"Well, then, what if I am going, Mike? The world is big and full of opportunities, and I am tired of this—I really am."

"But why leave like this, sir?" Mike demanded, gently. "Surely you won't go without telling your folks of it and saying good-by! Why, this note to your brother looks as if—as if—"

"Well, I do want to slip away, Mike, and I'm going like a thief in the night. You will understand to-morrow. Everybody in Boston will. As for that, Mike, a drinking-man will do many things that he ought not to do, and—and I handle money at the bank. Don't push me further now. Let's drop it. I have to go, and that settles it."

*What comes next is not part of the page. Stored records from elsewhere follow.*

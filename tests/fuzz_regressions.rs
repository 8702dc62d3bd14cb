//! Inputs found by the fuzz targets in `fuzz/` (see `fuzz/README.md`), each kept as a test
//! named for what it broke. Bytes are inline; the comment says which target found them.

use chromasift::batch::{decode_histogram, encode_histogram};
use chromasift::reduce::fnv1a;
use std::path::Path;

/// With its FNV-1a trailer recomputed, `bytes` is a histogram file whose only fault is
/// what the test is about.
fn with_checksum(mut bytes: Vec<u8>) -> Vec<u8> {
    let body = bytes.len() - 8;
    let sum = fnv1a(&bytes[..body]);
    bytes[body..].copy_from_slice(&sum.to_le_bytes());
    bytes
}

/// Found by `histogram_file`: a header whose 7 reserved bytes (after the sample depth)
/// are not zero was accepted, and re-encoding it gave other bytes. The format (README,
/// "Histogram files") says those bytes are zero, so a file that sets them is from another
/// writer or damaged, and is refused.
#[test]
fn histogram_file_reserved_bytes_must_be_zero() {
    let found = with_checksum(vec![
        0x43, 0x53, 0x48, 0x49, 0x53, 0x54, 0x00, 0x01, 0x08, 0x43, 0xff, 0xff, 0x21, 0x00, 0x04,
        0x21, 0x00, 0x00, 0x00, 0x00, 0x00, 0x00, 0x00, 0x00, 0x00, 0x00, 0xff, 0xff, 0x53, 0x54,
        0x00, 0x01,
    ]);
    let e = decode_histogram(&found, Path::new("found.hist"))
        .unwrap_err()
        .to_string();
    assert!(e.contains("found.hist") && e.contains("reserved"), "{e}");
    // The same header with the reserved bytes zero is an empty 8-bit histogram, and
    // encodes back to the same bytes.
    let mut clean = found.clone();
    clean[9..16].fill(0);
    let clean = with_checksum(clean);
    let h = decode_histogram(&clean, Path::new("clean.hist")).unwrap();
    assert!(h.is_empty() && h.depth == 8);
    assert_eq!(encode_histogram(&h), clean);
}
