#[test]
fn hyperspectral_scenes_of_256_bands_are_split_and_257_refused() {
    // GDAL-written (`tests/reference/make_band_files.py`): 256 u16 bands, band-interleaved,
    // Deflate; two halves with different invented spectra. Each class's mean of every band
    // must be the half's mean as numpy computes it (`hyper_256.json`).
    let root = Path::new(env!("CARGO_MANIFEST_DIR")).join("fixtures/rasters/bands");
    let want: Value =
        serde_json::from_slice(&std::fs::read(root.join("hyper_256.json")).unwrap()).unwrap();
    let dir = tempfile::tempdir().unwrap();
    let out = dir.path().join("out");
    let o = run(
        &[
            "landcover",
            root.join("hyper_256.tif").to_str().unwrap(),
            "-k",
            "2",
            "-o",
            out.to_str().unwrap(),
        ],
        &[],
    );
    assert!(o.status.success(), "{}", stderr(&o));
    let doc: Value =
        serde_json::from_slice(&std::fs::read(out.join("hyper_256.classes.json")).unwrap())
            .unwrap();
    assert_eq!(doc["bands"].as_array().unwrap().len(), 256);
    let classes = doc["classes"].as_array().unwrap();
    assert_eq!(classes.len(), 2);
    let mut halves_seen = Vec::new();
    for c in classes {
        assert_eq!(c["pixels"], 24);
        let bands = c["bands"].as_array().unwrap();
        assert_eq!(bands.len(), 256);
        // Left half: 1000 + 20 b; right half: 6000 − 15 b (plus a ripple below 7).
        let half = if bands[0]["mean"].as_f64().unwrap() < 3000.0 {
            "left"
        } else {
            "right"
        };
        halves_seen.push(half);
        for (b, band) in bands.iter().enumerate() {
            let (got, exp) = (
                band["mean"].as_f64().unwrap(),
                want[half][b].as_f64().unwrap(),
            );
            assert!(
                (got - exp).abs() < 1e-9 * exp,
                "{half} band {}: {got} vs {exp}",
                b + 1
            );
        }
    }
    halves_seen.sort();
    assert_eq!(halves_seen, ["left", "right"]);

    let o = run(
        &[
            "landcover",
            root.join("hyper_257.tif").to_str().unwrap(),
            "-k",
            "2",
            "-o",
            dir.path().join("over").to_str().unwrap(),
        ],
        &[],
    );
    assert_eq!(o.status.code(), Some(2));
    let err = stderr(&o);
    assert_eq!(err.lines().count(), 1, "{err}");
    assert!(
        err.contains("hyper_257.tif") && err.contains("257 bands"),
        "{err}"
    );
}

Michael failed to understand, for he was thinking of something else. "You will need the money I owe you, sir, and I've been trying to get it up. I see a chance now, sir. My sister out West feels that she owes at least half of that debt to you, and her husband has been doing well. She wrote me—"

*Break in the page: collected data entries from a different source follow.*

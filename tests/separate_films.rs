//! `chromasift separate --films`: films read back with other crates (the `tiff` crate for
//! TIFF 6.0 tags, `lopdf` for the PDF boxes of ISO 32000-1), the underbase choke against
//! a brute-force erosion, the refusal to mix runs, the alpha threshold, and coverage as
//! printed after trapping.

mod common;

use common::{files_in, fixture, run, stderr, write_rgba};
use serde_json::Value;
use std::io::Cursor;
use std::path::Path;

fn json(path: &Path) -> Value {
    serde_json::from_slice(&std::fs::read(path).unwrap()).unwrap()
}

fn poster() -> String {
    fixture("demo/harbour-poster.png")
        .to_str()
        .unwrap()
        .to_string()
}

fn quayside() -> String {
    fixture("demo/quayside-inks.csv")
        .to_str()
        .unwrap()
        .to_string()
}

/// Runs `separate` on the demo poster with extra flags into `out`.
fn separate_poster(out: &Path, extra: &[&str]) -> std::process::Output {
    let (p, q) = (poster(), quayside());
    let mut args = vec![
        "separate",
        p.as_str(),
        "--inks",
        q.as_str(),
        "-o",
        out.to_str().unwrap(),
    ];
    args.extend_from_slice(extra);
    run(&args, &[])
}

/// A 1-bit TIFF: (width, height, dpi, ink per pixel).
fn read_tiff(path: &Path) -> (u32, u32, f64, Vec<bool>) {
    use tiff::decoder::{ifd::Value as T, Decoder, DecodingResult};
    use tiff::tags::Tag;
    let mut d = Decoder::new(Cursor::new(std::fs::read(path).unwrap())).unwrap();
    let (w, h) = d.dimensions().unwrap();
    // TIFF 6.0: a bilevel image has BitsPerSample 1; ResolutionUnit 2 = inch.
    assert_eq!(d.get_tag_u32(Tag::BitsPerSample).unwrap(), 1, "{path:?}");
    assert_eq!(d.get_tag_u32(Tag::ResolutionUnit).unwrap(), 2, "{path:?}");
    let mut res = |tag| match d.get_tag(tag).unwrap() {
        T::Rational(n, den) => n as f64 / den as f64,
        other => panic!("{tag:?} is {other:?}"),
    };
    let (xr, yr) = (res(Tag::XResolution), res(Tag::YResolution));
    assert_eq!(xr, yr, "{path:?}: square pixels");
    // PhotometricInterpretation 0 = WhiteIsZero: a set bit is ink (black). The tiff
    // crate hands the samples back as black-is-zero, so there a clear bit is ink (the
    // colour-film-equals-plate check below confirms the sense).
    assert_eq!(d.get_tag_u32(Tag::PhotometricInterpretation).unwrap(), 0);
    let DecodingResult::U8(data) = d.read_image().unwrap() else {
        panic!("8-bit buffer expected for a 1-bit image")
    };
    let rb = (w as usize).div_ceil(8);
    let ink = (0..w as usize * h as usize)
        .map(|i| {
            let (x, y) = (i % w as usize, i / w as usize);
            data[y * rb + x / 8] & (0x80 >> (x % 8)) == 0
        })
        .collect();
    (w, h, xr, ink)
}

/// Plate PNG (1-bit, 0 = ink) as ink per pixel.
fn read_plate(path: &Path) -> (u32, u32, Vec<bool>) {
    let img = image::open(path).unwrap().to_luma8();
    let (w, h) = img.dimensions();
    (w, h, img.pixels().map(|p| p.0[0] == 0).collect())
}

/// The TrimBox of every PDF page in film pixels from the top-left: (x, y, w, h), plus
/// the MediaBox size in points.
fn pdf_boxes(path: &Path, dpi: f64) -> Vec<([f64; 4], [f64; 2])> {
    let doc = lopdf::Document::load(path).unwrap();
    doc.get_pages()
        .values()
        .map(|&id| {
            let get = |key: &[u8]| common::pdf_box(&doc, id, key);
            let media = get(b"MediaBox");
            let trim = get(b"TrimBox");
            // ISO 32000-1 §8.3.2.3: 72 points per inch; y points up.
            let px = |pt: f64| pt / 72.0 * dpi;
            (
                [
                    px(trim[0]).round(),
                    px(media[3] - trim[3]).round(),
                    px(trim[2] - trim[0]).round(),
                    px(trim[3] - trim[1]).round(),
                ],
                [media[2] - media[0], media[3] - media[1]],
            )
        })
        .collect()
}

"Drop that, Mike," Charles cried. "I don't need that money. You shall never pay it—never. I've given that to your mother, do you understand, not to you, but to her?"

"It shall not be that way, sir," the other pleaded. "I will send it to you. But as for your doing anything wrong at the bank"—Charles's statement was dawning on him slowly—"nobody on earth could make me think so."

"Well, never mind about that, Mike. The fact is that I must go—now and at once. Let me out at the front door."

"Do you want a cab, sir?"

"A cab?" Charles smiled. "Not to-night. In fact, I am going through the darkest streets I can get into. I know every alley in this old town. Good-by, Mike. Deliver the note to my brother in the morning."